Sometimes, elements of your digital marketing mix don’t turn out the way you planned. And you may think that's trashing your overall campaign.
Whether it's the number of downloads for a new eBook that don't reflect your intense efforts or a video project you had to postpone, life happens.
But there's no need to be despondent. These blips won’t consign your overall marketing efforts to the abyss. Focus instead on the bigger picture.
What do your overall marketing results look like? An upward curve or a downwards spiral? Are the results from that eBook or video project part of a wider trend or an anomaly?
When you focus on the bigger picture you'll see the true impact of your marketing efforts.
The pixel concept
On the popular Wait But Why website is an article written by Tim Urban titled: "Life is a Picture, But You Live in a Pixel." In it, he posits that the reason many people experience unhappiness is because they view their life as a broad picture – but, day-to-day, they live in only a single pixel of this image - i.e.: today; the present moment. On its own, the pixel lacks the vibrant colours and details of the whole picture. And so, they’re unhappy because their view of life doesn’t match up to their everyday reality.

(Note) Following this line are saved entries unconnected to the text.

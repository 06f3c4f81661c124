/**
 * Bench of the certified pole search at 10,000 sites: a 100×100 rectangle (a = 5 nm,
 * GaAs mass) with a 10-site lead on the left and right, and a window between two
 * channel thresholds holding about 15 poles. Prints the figures; asserts nothing.
 *
 *   npx tsx scripts/bench-poles.ts
 */
import { buildCavitySystem, EffectiveHamiltonian } from '../shared/engine/effective-hamiltonian';
import { SparseLuPlan } from '../shared/engine/sparse-lu';
import { findPoles } from '../shared/engine/poles';
import type { CavityModelInput } from '../shared/model/cavity-model';

export async function benchPoles(): Promise<Record<string, number>> {
  const side = 100;
  const doc: CavityModelInput = {
    name: 'bench-rectangle',
    spacing: 5,
    material: { effectiveMass: 0.067 },
    grid: { nx: side, ny: side },
    shape: { kind: 'rectangle', x0: 0, y0: 0, width: 5 * side, height: 5 * side },
    // a weak smooth-free disorder breaks the rectangle's degeneracies, as in a real dot
    potential: [{ kind: 'disorder', strength: 0.5, seed: 11 }],
    leads: [
      { side: 'left', start: 20, width: 10 },
      { side: 'right', start: 65, width: 10 },
    ],
  };
  const op = new EffectiveHamiltonian(buildCavitySystem(doc));
  const t = op.hopping;
  const figures: Record<string, number> = { sites: op.n, hoppingMeV: t };

  let t0 = performance.now();
  const plan = SparseLuPlan.analyse(op.n, op.colPtr, op.rowIdx, { sites: op.sites });
  figures.analyseSeconds = (performance.now() - t0) / 1000;
  figures.factorNonzeros = plan.factorNonzeros;

  const sheet = op.sheetAt(0.21 * t);
  const values = new Float64Array(2 * op.colPtr[op.n]);
  op.assemble({ re: 0.21 * t, im: 1e-3 * t }, sheet, values);
  const reps = 5;
  let c0 = process.cpuUsage();
  let f = plan.factor(values);
  for (let k = 1; k < reps; k++) f = plan.factor(values);
  let c = process.cpuUsage(c0);
  figures.factorCpuMs = (c.user + c.system) / 1000 / reps;
  const rhs = new Float64Array(2 * op.n * 6).map(() => Math.random());
  c0 = process.cpuUsage();
  for (let k = 0; k < reps; k++) f.solve(rhs, 6, new Float64Array(rhs.length));
  c = process.cpuUsage(c0);
  figures.solve6CpuMs = (c.user + c.system) / 1000 / reps;

  // Between the thresholds of channels 2 and 3 of a 10-site lead (0.317t and 0.690t).
  const window = { emin: 0.4 * t, emax: 0.427 * t, gammaMax: 2e-3 * t };
  figures.windowMeVFrom = window.emin;
  figures.windowMeVTo = window.emax;
  figures.gammaMaxMeV = window.gammaMax;
  t0 = performance.now();
  const cpu0 = process.cpuUsage();
  const r = findPoles(op, window, { plan });
  figures.searchSeconds = (performance.now() - t0) / 1000;
  // CPU time of this (single-threaded) process: the wall clock above includes other load on the machine
  const cpu = process.cpuUsage(cpu0);
  figures.searchCpuSeconds = (cpu.user + cpu.system) / 1e6;
  figures.factorisations = r.stats.factorisations;
  figures.contourLUs = r.stats.contourFactorisations ?? NaN;
  figures.newtonLUs = r.stats.refineFactorisations ?? NaN;
  figures.contourNodes = r.certificate.pieces.reduce((a, p) => a + p.nodes, 0);
  figures.poles = r.poles.length;
  figures.pieces = r.certificate.pieces.length;
  figures.certified = r.certificate.certified ? 1 : 0;
  figures.worstResidual = r.poles.reduce((a, p) => Math.max(a, p.residual), 0);
  Object.assign(figures, thresholdWindows());
  return figures;
}

/**
 * A smaller irregular dot (30×30 minus a disk, leads on two sides, B = 0.7 T) searched
 * in windows that straddle channel thresholds: how many LUs a certified search takes
 * when the window is cut into pieces.
 */
function thresholdWindows(): Record<string, number> {
  const side = 30;
  const doc: CavityModelInput = {
    name: 'bench-dot',
    spacing: 5,
    material: { effectiveMass: 0.067 },
    grid: { nx: side, ny: side },
    shape: {
      kind: 'subtract',
      from: { kind: 'rectangle', x0: 0, y0: 0, width: 5 * side, height: 5 * side },
      remove: [{ kind: 'disk', cx: 100, cy: 60, radius: 20 }],
    },
    field: 0.7,
    leads: [
      { side: 'left', start: 5, width: 6 },
      { side: 'bottom', start: 12, width: 4 },
    ],
  };
  const op = new EffectiveHamiltonian(buildCavitySystem(doc));
  const t = op.hopping;
  const plan = SparseLuPlan.analyse(op.n, op.colPtr, op.rowIdx, { sites: op.sites });
  const out: Record<string, number> = {};
  const windows: [string, number, number, number][] = [
    ['dotNarrowGamma', 0.2, 1.2, 0.01],
    ['dotWideGamma', 1.0, 1.5, 0.1],
  ];
  for (const [name, a, b, g] of windows) {
    const r = findPoles(op, { emin: a * t, emax: b * t, gammaMax: g * t }, { plan });
    out[`${name}Poles`] = r.poles.length;
    out[`${name}Pieces`] = r.certificate.pieces.length;
    out[`${name}LUs`] = r.stats.factorisations;
    out[`${name}Certified`] = r.certificate.certified ? 1 : 0;
  }
  return out;
}

if (import.meta.url === `file://${process.argv[1]}`) {
  benchPoles().then((f) => {
    for (const [k, v] of Object.entries(f)) console.log(`${k.padEnd(16)} ${Number.isInteger(v) ? v : v.toPrecision(4)}`);
  });
}
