// Writes the route reference of docs/api.md from the declarations in shared/api.
// `npx tsx scripts/docs-api.ts` (npm run docs:api) rewrites it; `--check` only says whether it is current.
import { readFileSync, writeFileSync } from 'node:fs';
import { apiRoutes } from '../shared/api/routes.js';
import { currentReference, renderApiReference, withReference } from '../server/openapi/api-reference.js';

const path = new URL('../docs/api.md', import.meta.url);
const markdown = readFileSync(path, 'utf8');
const reference = renderApiReference(apiRoutes);
if (process.argv.includes('--check')) {
  const current = currentReference(markdown) === reference;
  console.log(current ? 'docs/api.md: the route reference is current.' : 'docs/api.md: the route reference is stale; run npm run docs:api.');
  process.exit(current ? 0 : 1);
}
writeFileSync(path, withReference(markdown, reference));
console.log(`docs/api.md: route reference written (${apiRoutes.length} routes).`);
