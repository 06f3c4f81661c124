import { and, eq, gt, isNull, lt, or, sql } from 'drizzle-orm';
import type { Db, Queryable } from '../db/client.js';
import { catalogueGenerations } from '../db/schema/catalogue.js';
import { sessions } from '../db/schema/credentials.js';
import { memberships, researchGroups, type MembershipRole } from '../db/schema/groups.js';
import { users } from '../db/schema/users.js';

type SessionRow = typeof sessions.$inferSelect;

/** Drops the user's sessions that ended more than a day ago (called at sign-in, so the table stays small). */
export async function pruneSessions(q: Queryable, userId: string): Promise<void> {
  await q
    .delete(sessions)
    .where(and(eq(sessions.userId, userId), or(lt(sessions.expiresAt, sql`now() - interval '1 day'`), lt(sessions.revokedAt, sql`now() - interval '1 day'`))));
}

export async function insertSession(
  q: Queryable,
  values: { userId: string; expiresAt: Date; ip: string | null; userAgent: string | null },
): Promise<SessionRow> {
  const [row] = await q.insert(sessions).values(values).returning();
  return row!;
}

export async function revokeSession(q: Queryable, id: string): Promise<boolean> {
  const rows = await q
    .update(sessions)
    .set({ revokedAt: sql`now()` })
    .where(and(eq(sessions.id, id), isNull(sessions.revokedAt)))
    .returning({ id: sessions.id });
  return rows.length > 0;
}

/** Ends every open session of the user (password reset); returns how many. */
export async function revokeAllSessions(q: Queryable, userId: string): Promise<number> {
  const rows = await q
    .update(sessions)
    .set({ revokedAt: sql`now()` })
    .where(and(eq(sessions.userId, userId), isNull(sessions.revokedAt)))
    .returning({ id: sessions.id });
  return rows.length;
}

/** What a request needs of its session, its user and, when its path names a group, the caller's membership there. */
export interface SessionInGroup {
  sessionId: string;
  user: { id: string; email: string; name: string; siteOperator: boolean };
  /** Null when the caller is not a member of the group (or no group was asked about). */
  membership: { groupName: string; groupSlug: string; role: MembershipRole; catalogueGeneration: number } | null;
}

/** What a request needs of the caller's membership in the group of its path (joined by both queries that read it). */
export const membershipColumns = {
  groupName: researchGroups.name,
  groupSlug: researchGroups.slug,
  role: memberships.role,
  catalogueGeneration: sql<number>`coalesce(${catalogueGenerations.generation}, 0)::float8`,
};

function prepareSessionInGroup(db: Db) {
  return db
    .select({
      sessionId: sessions.id,
      user: { id: users.id, email: users.email, name: users.name, siteOperator: users.siteOperator },
      ...membershipColumns,
    })
    .from(sessions)
    .innerJoin(users, eq(users.id, sessions.userId))
    .leftJoin(memberships, and(eq(memberships.userId, sessions.userId), eq(memberships.groupId, sql.placeholder('groupId'))))
    .leftJoin(researchGroups, eq(researchGroups.id, memberships.groupId))
    .leftJoin(catalogueGenerations, eq(catalogueGenerations.groupId, memberships.groupId))
    .where(
      and(
        eq(sessions.id, sql.placeholder('sessionId')),
        eq(sessions.userId, sql.placeholder('userId')),
        isNull(sessions.revokedAt),
        gt(sessions.expiresAt, sql`now()`),
      ),
    )
    .prepare('live_session_in_group');
}

const sessionInGroupStatements = new WeakMap<Db, ReturnType<typeof prepareSessionInGroup>>();

/**
 * findLiveSession and the caller's membership of one group in one round trip: a prepared
 * statement (parsed and planned once per connection) that every group route's request runs,
 * so its session, its role and the group's catalogue generation are all read at the same
 * moment, as fresh as separate queries would be. `groupId` null: no group, membership null.
 */
export async function findLiveSessionInGroup(db: Db, id: string, userId: string, groupId: string | null): Promise<SessionInGroup | undefined> {
  let statement = sessionInGroupStatements.get(db);
  if (!statement) sessionInGroupStatements.set(db, (statement = prepareSessionInGroup(db)));
  const [row] = await statement.execute({ sessionId: id, userId, groupId });
  if (!row) return undefined;
  const membership =
    row.role !== null && row.groupName !== null && row.groupSlug !== null
      ? { groupName: row.groupName, groupSlug: row.groupSlug, role: row.role, catalogueGeneration: Number(row.catalogueGeneration) }
      : null;
  return { sessionId: row.sessionId, user: row.user, membership };
}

Urban writes: "So while thousands of Jack’s Todays will, to an outsider from far away, begin to look like a complete picture, Jack spends each moment of his actual reality in one unremarkable Today pixel or another. Jack’s error is brushing off his mundane Wednesday and focusing entirely on the big picture, when in fact the mundane Wednesday is the experience of his actual life."
But what does this have to do with marketing? Well, think about each element of your digital marketing mix as a pixel. While one eBook campaign or another might seem unexceptional, the broader picture may look more impressive. I'm just flipping Urban’s idea on its head. In life, in general, the pixel is more important than the picture; in marketing, it’s the other way around.
How to look at the bigger picture
Let’s revisit that eBook. Say just one person downloaded it in the month after it was first published. It’s a disheartening statistic. So step back.
Ask yourself: did you target the right audience? Was your offer compelling? Did you promote your content? If your previous eBook campaigns have done well, did you do something different this time? Or maybe the issue is that you didn't do anything different at all and so weren't able to pique your audience's interest.
By drilling down into your results this way you can identify the source of the problem and find ways to resolve it.
Liz Hersh, the founder of Hersh PR and Marketing, writes: "Running one campaign isn’t going to give you the insight you need to build a successful, long-term marketing strategy. It will take time, and you’ll probably have a few flops along the way."
It’s good practice to be continuously tracking the results of all your marketing efforts. That way, you have a much better idea of what's really going on across your the digital marketing mix. So, if you haven't already, it's worth investing in a marketing automation solution.
Some metrics to consider include:
- Visits - how many people come to you site on a daily, weekly and monthly basis?
- Contacts - how many new leads have you acquired?
- Customers - how many new customers have you gained?
- Blog views - how many people are reading your posts?
- Landing page views - how many people are coming to your landing pages?
If you see problematic statistics across the board, it's time to take action. Whether you're focusing on the wrong buyer personas or aren't creating valuable content, something is wrong. So invest some time into making the right change.
But, if things are looking fairly healthy overall and it's just one campaign (or perhaps a couple of campaigns over time) that has thrown you off learn from it - and move on. Today's pixel is grey but the picture it helps to make up is bright.